Not unexpectedly, chairman of the New York State Thruway Authority Howard Milstein is doing for the Thruway exactly what he’s done for Niagara Falls under the auspices of his Niagara Falls Redevelopment, LLC

That is, nothing

In 2011, its revenue dropped by 1.1%, but its costs went up by 3.9%. Its operation is firmly stuck in the 1950s – so antiquated that it employs human beings to operate an automated ticket dispenser and hand toll tickets out to motorists. It is a caricature of idiotic work rules and redundancy. 
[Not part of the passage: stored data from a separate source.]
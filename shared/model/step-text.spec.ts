import { describe, expect, it } from 'vitest';

import { shortened, stepUnit, stepValue } from './step-text';

describe('text of a step', () => {
  it.each([
    [25.455844122715714, '25.45584'],
    [0.00070710678, '7.071068\u202f×\u202f10⁻⁴'],
    [563519657894736.8, '5.635197\u202f×\u202f10¹⁴'],
    [0, '0'],
    [-0.5, '−0.5'],
    [0.007, '0.007'],
  ])('gives %d as %s', (value, text) => {
    expect(stepValue({ value })).toBe(text);
  });

  it('prints squares, and no unit for a bare number', () => {
    expect(stepUnit({ unit: 'W/m2' })).toBe('W/m²');
    expect(stepUnit({ unit: '1' })).toBe('');
    expect(stepUnit({ unit: 'rad' })).toBe('rad');
  });

  it.each([
    ['18*C_A*t^0.75', '18*C_A*t^0.75'],
    ['0.0007071067811865476 + 2*r_12345678901', '0.0007071067812 + 2*r_12345678901'],
    ['3.7339207841145267e-19/1.602176634e-19', '3.733920784e-19/1.602176634e-19'],
    ['299792458/(532*1e-9)', '299792458/(532*1e-9)'],
    ['log10(129.92240250000001)', 'log10(129.9224025)'],
  ])('shortens the numbers of %s', (formula, text) => {
    expect(shortened(formula)).toBe(text);
  });
});
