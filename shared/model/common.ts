import * as z from 'zod';

/** A record's identity: opaque, never reused. */
export const idSchema = z
  .string()
  .min(1)
  .max(64)
  .regex(/^[A-Za-z0-9_-]+$/, {
    error: 'An id has letters, digits, - and _ only.',
  });

/** A UTC instant as text, to the millisecond: 2026-12-01T09:30:00.000Z. */
export const instantSchema = z.iso.datetime({ precision: 3 });

/** A date in the site's zone, with its year: 2026-12-01. */
export const localDateSchema = z.iso.date({
  error: 'Give the date as year-month-day, for example 2026-12-01.',
});

/** One line of text a person typed, trimmed. */
export function shortText(max = 120) {
  return z
    .string()
    .trim()
    .max(max, { error: `At most ${max} characters.` });
}

/** One line of text that must not be empty. */
export function requiredText(what: string, max = 120) {
  return shortText(max).min(1, { error: `Enter ${what}.` });
}

/** Longer text: a reason, a note. */
export const noteSchema = z.string().trim().max(4000, { error: 'At most 4,000 characters.' });

/** A reason that will be read years later. */
export const reasonSchema = noteSchema.min(10, {
  error: 'Give a reason of at least 10 characters; it is kept with the record.',
});

/** Where a number came from. A word, never a letter: D, I, R and M are eyewear modes. */
export const PROVENANCES = ['label', 'data-sheet', 'measured', 'estimated'] as const;
export const provenanceSchema = z.enum(PROVENANCES);
export type Provenance = z.infer<typeof provenanceSchema>;

/** Optimistic concurrency: the number in the strong ETag. */
export const versionSchema = z.int().min(1);

export const pageQuery = {
  /** Opaque key of the first row after the page before. */
  after: z.string().max(400).optional(),
  limit: z.coerce.number().int().min(1).max(200).default(50),
};

export function pageOf<T extends z.ZodType>(row: T) {
  return z.strictObject({
    rows: z.array(row),
    /** Key for the next page; null when this is the last. */
    next: z.string().nullable(),
    /** Rows that the filter finds in all. */
    total: z.int(),
  });
}

/** A person as shown beside a record. */
export const personRefSchema = z.strictObject({ id: idSchema, name: z.string() });
export type PersonRef = z.infer<typeof personRefSchema>;

export const areaRefSchema = z.strictObject({ id: idSchema, code: z.string(), name: z.string() });
export type AreaRef = z.infer<typeof areaRefSchema>;
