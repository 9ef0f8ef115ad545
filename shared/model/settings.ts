import * as z from 'zod';
import { instantSchema, reasonSchema, requiredText, shortText, versionSchema } from './common';
import { ruleSetIdSchema } from './hazard-case';

export const CLASS_SCHEMES = ['iec-60825-1-2014', '21-cfr-1040.10'] as const;

export const settingsInputSchema = z
  .strictObject({
    siteName: requiredText('the name of the site'),
    zone: requiredText('the time zone, for example Europe/Berlin', 60).refine(isTimeZone, {
      error: 'Give an IANA time zone, for example Europe/Berlin.',
    }),
    /** The rule set for limits that the site has adopted. */
    ruleSet: ruleSetIdSchema,
    classScheme: z.enum(CLASS_SCHEMES),
    /** Whether the one who wrote an evaluation may approve it: for a site with one LSO only. */
    authorMayApprove: z.boolean(),
    authorMayApproveReason: reasonSchema.optional(),
    /** Months until a signed evaluation is reviewed. */
    evaluationReviewMonths: z.int().min(1).max(120),
    emergencyPhone: requiredText('the emergency number', 40),
    lsoPhone: shortText(40).optional(),
  })
  .refine((settings) => !settings.authorMayApprove || settings.authorMayApproveReason, {
    path: ['authorMayApproveReason'],
    error: 'Say why the author may approve here; the reason is kept.',
  });
export type SettingsInput = z.infer<typeof settingsInputSchema>;

export const settingsSchema = z.strictObject({
  ...settingsInputSchema.shape,
  version: versionSchema,
  updatedAt: instantSchema,
});
export type Settings = z.infer<typeof settingsSchema>;

function isTimeZone(zone: string): boolean {
  try {
    new Intl.DateTimeFormat('en-US', { timeZone: zone });
    return true;
  } catch {
    // RangeError is how Intl says that it does not know the zone.
    return false;
  }
}
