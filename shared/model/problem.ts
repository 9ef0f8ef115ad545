import * as z from 'zod';

/** Every way the API refuses, with its HTTP status and title (RFC 9457 problem details). */
export const PROBLEMS = {
  'invalid-input': { status: 400, title: 'Some input needs correction' },
  'not-signed-in': { status: 401, title: 'Sign in first' },
  'proof-failed': { status: 403, title: 'The proof of presence failed' },
  'not-allowed': { status: 403, title: 'Your role does not allow this' },
  'cross-site': { status: 403, title: 'The request did not come from this site' },
  'not-found': { status: 404, title: 'Nothing is here' },
  'method-not-allowed': { status: 405, title: 'This address does not take that method' },
  conflict: { status: 409, title: 'This conflicts with what is recorded' },
  'guard-failed': { status: 409, title: 'Conditions for this step are not met' },
  gone: { status: 410, title: 'This was used or has ended' },
  'stale-version': { status: 412, title: 'Somebody changed this record meanwhile' },
  'too-large': { status: 413, title: 'This is too large' },
  'unsupported-media': { status: 415, title: 'This kind of content is not taken here' },
  'version-missing': { status: 428, title: 'Say which version you are changing' },
  'too-many': { status: 429, title: 'Too many requests' },
  internal: { status: 500, title: 'Something failed here' },
  unavailable: { status: 503, title: 'Not available at the moment' },
} as const satisfies Record<string, { status: number; title: string }>;

export type ProblemName = keyof typeof PROBLEMS;

export const fieldErrorSchema = z.strictObject({
  /** Path of the field, as in the form: `emissions[0].powerW`. */
  path: z.string(),
  message: z.string(),
  allowed: z.string().optional(),
});
export type FieldError = z.infer<typeof fieldErrorSchema>;

export const problemSchema = z.object({
  type: z.string(),
  title: z.string(),
  status: z.number(),
  detail: z.string().optional(),
  name: z.enum(Object.keys(PROBLEMS) as [ProblemName, ...ProblemName[]]),
  /** Fields that need correction. */
  errors: z.array(fieldErrorSchema).optional(),
  /** Every guard that failed, not only the first. */
  reasons: z.array(z.string()).optional(),
  /** The version now stored, with `stale-version`. */
  currentVersion: z.int().optional(),
  requestId: z.string().optional(),
});
export type Problem = z.infer<typeof problemSchema>;
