import fc from 'fast-check';
import { describe, expect, it } from 'vitest';

import {
  formatFull,
  formatInput,
  formatOpticalDensity,
  formatQuantity,
  formatWavelength,
  type Rounding,
  spokenUnit,
  UNIT_SPACE,
} from './quantity-format';

// prettier-ignore
const ROUNDED: readonly (readonly [value: number, unit: string, rounding: Rounding, text: string])[] = [
  [1507.2, 'm', 'up', '1.51 km'], [1507.2, 'm', 'down', '1.50 km'], [1507.2, 'm', 'nearest', '1.51 km'],
  [25.4558, 'W/m²', 'down', '25.4 W/m²'], [25.4558, 'W/m²', 'up', '25.5 W/m²'], [2000, 'W/m²', 'down', '2.00 kW/m²'],
  [168, 'm', 'up', '168 m'], [168.00000000003, 'm', 'up', '168 m'], [168.001, 'm', 'up', '169 m'], [1.1, 'm', 'up', '1.10 m'],
  [999.5, 'm', 'up', '1.00 km'], [999.99, 'W/m²', 'down', '999 W/m²'], [0.357, 'm', 'up', '357 mm'], [133_000, 'm', 'up', '133 km'],
  [0.25, 's', 'nearest', '0.250 s'], [30_000, 's', 'nearest', '30 000 s'], [1e-8, 's', 'nearest', '10.0 ns'],
  [0.5, 'mrad', 'nearest', '0.500 mrad'], [1e-20, 'J', 'nearest', '1.00×10⁻²⁰ J'], [3.77, '', 'up', '3.77'], [0, 'm', 'up', '0 m'],
];

describe('formatQuantity', () => {
  it.each(ROUNDED)('writes %d %s rounded %s as %s', (value, unit, rounding, text) => {
    expect(formatQuantity(value, unit, rounding).text).toBe(text.replace(/ /g, UNIT_SPACE));
  });

  it('never puts a limit above, nor a distance below, the value', () => {
    const factors: Readonly<Record<string, number>> = {
      mm: 1e-3,
      µm: 1e-6,
      nm: 1e-9,
      km: 1e3,
      m: 1,
    };
    fc.assert(
      fc.property(fc.double({ min: 1e-6, max: 1e6, noNaN: true }), (value) => {
        const shown = (rounding: Rounding) => {
          const { number, unit } = formatQuantity(value, 'm', rounding);
          return Number(number.replaceAll(UNIT_SPACE, '')) * (factors[unit] ?? Number.NaN);
        };
        // The tenth digit is the solver's noise.
        expect(shown('up')).toBeGreaterThanOrEqual(value * (1 - 1e-9));
        expect(shown('down')).toBeLessThanOrEqual(value * (1 + 1e-9));
        expect(shown('up') / shown('down')).toBeLessThanOrEqual(1.0101);
      }),
      { numRuns: 2000 },
    );
  });

  it('shows an unknown as a dash, never as zero', () => {
    expect(formatQuantity(Number.NaN, 'm', 'up').text).toBe('–');
  });
});

describe('the other forms', () => {
  it('gives the value unrounded', () => {
    expect(formatFull(1507.2384, 'm')).toBe(`1.5072384${UNIT_SPACE}km`);
    expect(formatFull(0.25, 's')).toBe(`0.25${UNIT_SPACE}s`);
    expect(formatFull(-0.2, 'm')).toBe(`−200${UNIT_SPACE}mm`);
  });

  it('rounds an optical density up', () => {
    expect(formatOpticalDensity(3.7612)).toBe('3.77');
    expect(formatOpticalDensity(3.77)).toBe('3.77');
    expect(formatOpticalDensity(3.7700000000001)).toBe('3.77');
    expect(formatOpticalDensity(0)).toBe('0.00');
    expect(formatOpticalDensity(3.71, 1)).toBe('3.8');
  });

  it('keeps every digit of a wavelength', () => {
    expect(formatWavelength(632.8).text).toBe(`632.8${UNIT_SPACE}nm`);
    expect(formatWavelength(10_600).text).toBe(`10.6${UNIT_SPACE}µm`);
  });

  it('writes inputs with the prefix that suits them', () => {
    expect(formatInput(0.005, 'W')).toBe('5 mW');
    expect(formatInput(1e-8, 's')).toBe('10 ns');
    expect(formatInput(1064, 'nm')).toBe('1064 nm');
  });

  it('speaks units in words', () => {
    expect(spokenUnit('W/m²')).toBe('watts per square meter');
    expect(spokenUnit('mJ/cm²')).toBe('millijoules per square centimeter');
    expect(spokenUnit('km')).toBe('kilometers');
    expect(spokenUnit('mrad')).toBe('milliradians');
  });
});
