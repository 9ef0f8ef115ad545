import * as z from 'zod';
import {
  idSchema,
  instantSchema,
  pageOf,
  pageQuery,
  requiredText,
  shortText,
  versionSchema,
} from './common';

export const ROLES = [
  'administrator',
  'lso',
  'deputy-lso',
  'laser-supervisor',
  'operator',
  'auditor',
  'committee',
  'department-head',
  'occupational-health',
  'interlock-technician',
  'purchasing',
  'personnel',
] as const;
export const roleSchema = z.enum(ROLES);
export type Role = z.infer<typeof roleSchema>;

export const ROLE_WORDS: Readonly<Record<Role, string>> = {
  administrator: 'Administrator',
  lso: 'Laser safety officer',
  'deputy-lso': 'Deputy laser safety officer',
  'laser-supervisor': 'Laser supervisor',
  operator: 'Operator',
  auditor: 'Auditor',
  committee: 'Laser safety committee',
  'department-head': 'Head of department',
  'occupational-health': 'Occupational health',
  'interlock-technician': 'Interlock technician',
  purchasing: 'Purchasing',
  personnel: 'Personnel office',
};

export const personInputSchema = z.strictObject({
  name: requiredText('the name'),
  email: z
    .email({ error: 'Enter an e-mail address, for example name@institute.example.' })
    .max(254),
  department: shortText(60).optional(),
  roles: z.array(roleSchema).max(ROLES.length),
  active: z.boolean(),
});
export type PersonInput = z.infer<typeof personInputSchema>;

export const personSchema = personInputSchema.extend({
  id: idSchema,
  version: versionSchema,
  createdAt: instantSchema,
  /** False until the person has set a password from the invitation. */
  hasPassword: z.boolean(),
});
export type Person = z.infer<typeof personSchema>;

export const invitationSchema = z.strictObject({
  person: personSchema,
  /** Shown once; opens the page on which the person sets a password. Ends after 60 minutes. */
  invitationToken: z.string(),
});

export const personListQuerySchema = z.strictObject({
  ...pageQuery,
  q: z.string().trim().max(100).optional(),
  role: roleSchema.optional(),
});
export const personPageSchema = pageOf(personSchema);

export const passwordSchema = z
  .string()
  .min(12, { error: 'A password has at least 12 characters.' })
  .max(128, { error: 'A password has at most 128 characters.' });

export const acceptInvitationSchema = z.strictObject({
  token: z.string().min(20).max(200),
  password: passwordSchema,
});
Governor Cuomo appointed Milstein to this post – is he pleased with how the Thruway is doing and what it’s done? Is anyone in the Albany delegation living west of Albany and within 30 – 40 miles of a Great Lakes sick of the fact that the state runs a 1950s-era toll road in 2012 that acts as a tax on motorists living within that geographic range?  I mean, legislators from the north have a freeway to get to Albany, those from the south have the free Taconic, and those from the Southern Tier have the free 86/17 and the I-88 to get to Albany. Legislators who live within 20 miles of the Thruway west of Albany should be taking that roadway’s cost and operation as if it was a discriminatory tax on their constituents. 

Enough is enough.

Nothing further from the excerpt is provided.